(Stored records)
********************

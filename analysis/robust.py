"""Robust PCA (ROBPCA) with score and orthogonal distances, and the FastMCD fit it builds on.

``RobustPCAModel`` follows the three stages of ROBPCA (Hubert, Rousseeuw &
Vanden Branden 2005) as the authors' MATLAB library LIBRA implements them:

1. the preprocessed data are reduced to their affine subspace by an SVD of
   the mean-centred data (r0 = rank <= min(n - 1, p) coordinates); this is how
   the method handles more variables than samples (p > n);
2. every sample gets an outlyingness, the largest standardised distance from
   the univariate MCD location over directions through pairs of samples
   (Stahel 1981, Donoho 1982 type; all pairs up to 250, else 250 random
   pairs); the h = max([alpha n], [(n + k + 1) / 2]) least outlying samples
   (H0) give a classical PCA and a k-dimensional plane;
3. the samples whose orthogonal distance to that plane lies within its
   cut-off (H1) give a second classical PCA; all samples projected onto its
   k leading eigenvectors get a reweighted MCD location and scatter (FastMCD,
   Rousseeuw & Van Driessen 1999, through scikit-learn's ``MinCovDet``, also
   started from the H1 estimate); its eigenvectors, turned back into the
   variable space, are the robust loadings, its eigenvalues the robust
   eigenvalues.

Each sample is then described by its score distance (SD, robust Mahalanobis
distance in the score space; cut-off sqrt(chi2_{k, 0.975})) and orthogonal
distance (OD, distance to the robust model plane; cut-off (t + s z_0.975)^(3/2)
with t, s the univariate MCD of OD^(2/3), by the Wilson-Hilferty
approximation), which together sort the samples into four regions.

``fit_mcd`` is the one place where scikit-learn is used (``MinCovDet`` only,
for its raw estimate). For more than ``max_samples`` rows it fits
``MinCovDet`` to a seeded random subsample and then runs concentration steps
(C-steps) on all rows: the nested design of FastMCD itself, whose
scikit-learn version gets slow for large n. Consistency correction and
reweighting are done here, so results do not depend on the scikit-learn
version. Above ``projection_max_samples`` rows the univariate MCD of each
projection direction is taken from a seeded subsample (every row still gets
its outlyingness): a speed-up that is ours, not the paper's.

********************

EXERCISE: Each line of the data must be set down again as it is.

ANSWER TO THIS EXERCISE:
filename analysis/robust.py
"""Robust PCA (ROBPCA) with score and orthogonal distances, and the FastMCD fit it builds on.

``RobustPCAModel`` follows the three stages of ROBPCA (Hubert, Rousseeuw &
Vanden Branden 2005) as the authors' MATLAB library LIBRA implements them:

1. the preprocessed data are reduced to their affine subspace by an SVD of
   the mean-centred data (r0 = rank <= min(n - 1, p) coordinates); this is how
   the method handles more variables than samples (p > n);
2. every sample gets an outlyingness, the largest standardised distance from
   the univariate MCD location over directions through pairs of samples
   (Stahel 1981, Donoho 1982 type; all pairs up to 250, else 250 random
   pairs); the h = max([alpha n], [(n + k + 1) / 2]) least outlying samples
   (H0) give a classical PCA and a k-dimensional plane;
3. the samples whose orthogonal distance to that plane lies within its
   cut-off (H1) give a second classical PCA; all samples projected onto its
   k leading eigenvectors get a reweighted MCD location and scatter (FastMCD,
   Rousseeuw & Van Driessen 1999, through scikit-learn's ``MinCovDet``, also
   started from the H1 estimate); its eigenvectors, turned back into the
   variable space, are the robust loadings, its eigenvalues the robust
   eigenvalues.

Each sample is then described by its score distance (SD, robust Mahalanobis
distance in the score space; cut-off sqrt(chi2_{k, 0.975})) and orthogonal
distance (OD, distance to the robust model plane; cut-off (t + s z_0.975)^(3/2)
with t, s the univariate MCD of OD^(2/3), by the Wilson-Hilferty
approximation), which together sort the samples into four regions.

``fit_mcd`` is the one place where scikit-learn is used (``MinCovDet`` only,
for its raw estimate). For more than ``max_samples`` rows it fits
``MinCovDet`` to a seeded random subsample and then runs concentration steps
(C-steps) on all rows: the nested design of FastMCD itself, whose
scikit-learn version gets slow for large n. Consistency correction and
reweighting are done here, so results do not depend on the scikit-learn
version. Above ``projection_max_samples`` rows the univariate MCD of each
projection direction is taken from a seeded subsample (every row still gets
its outlyingness): a speed-up that is ours, not the paper's.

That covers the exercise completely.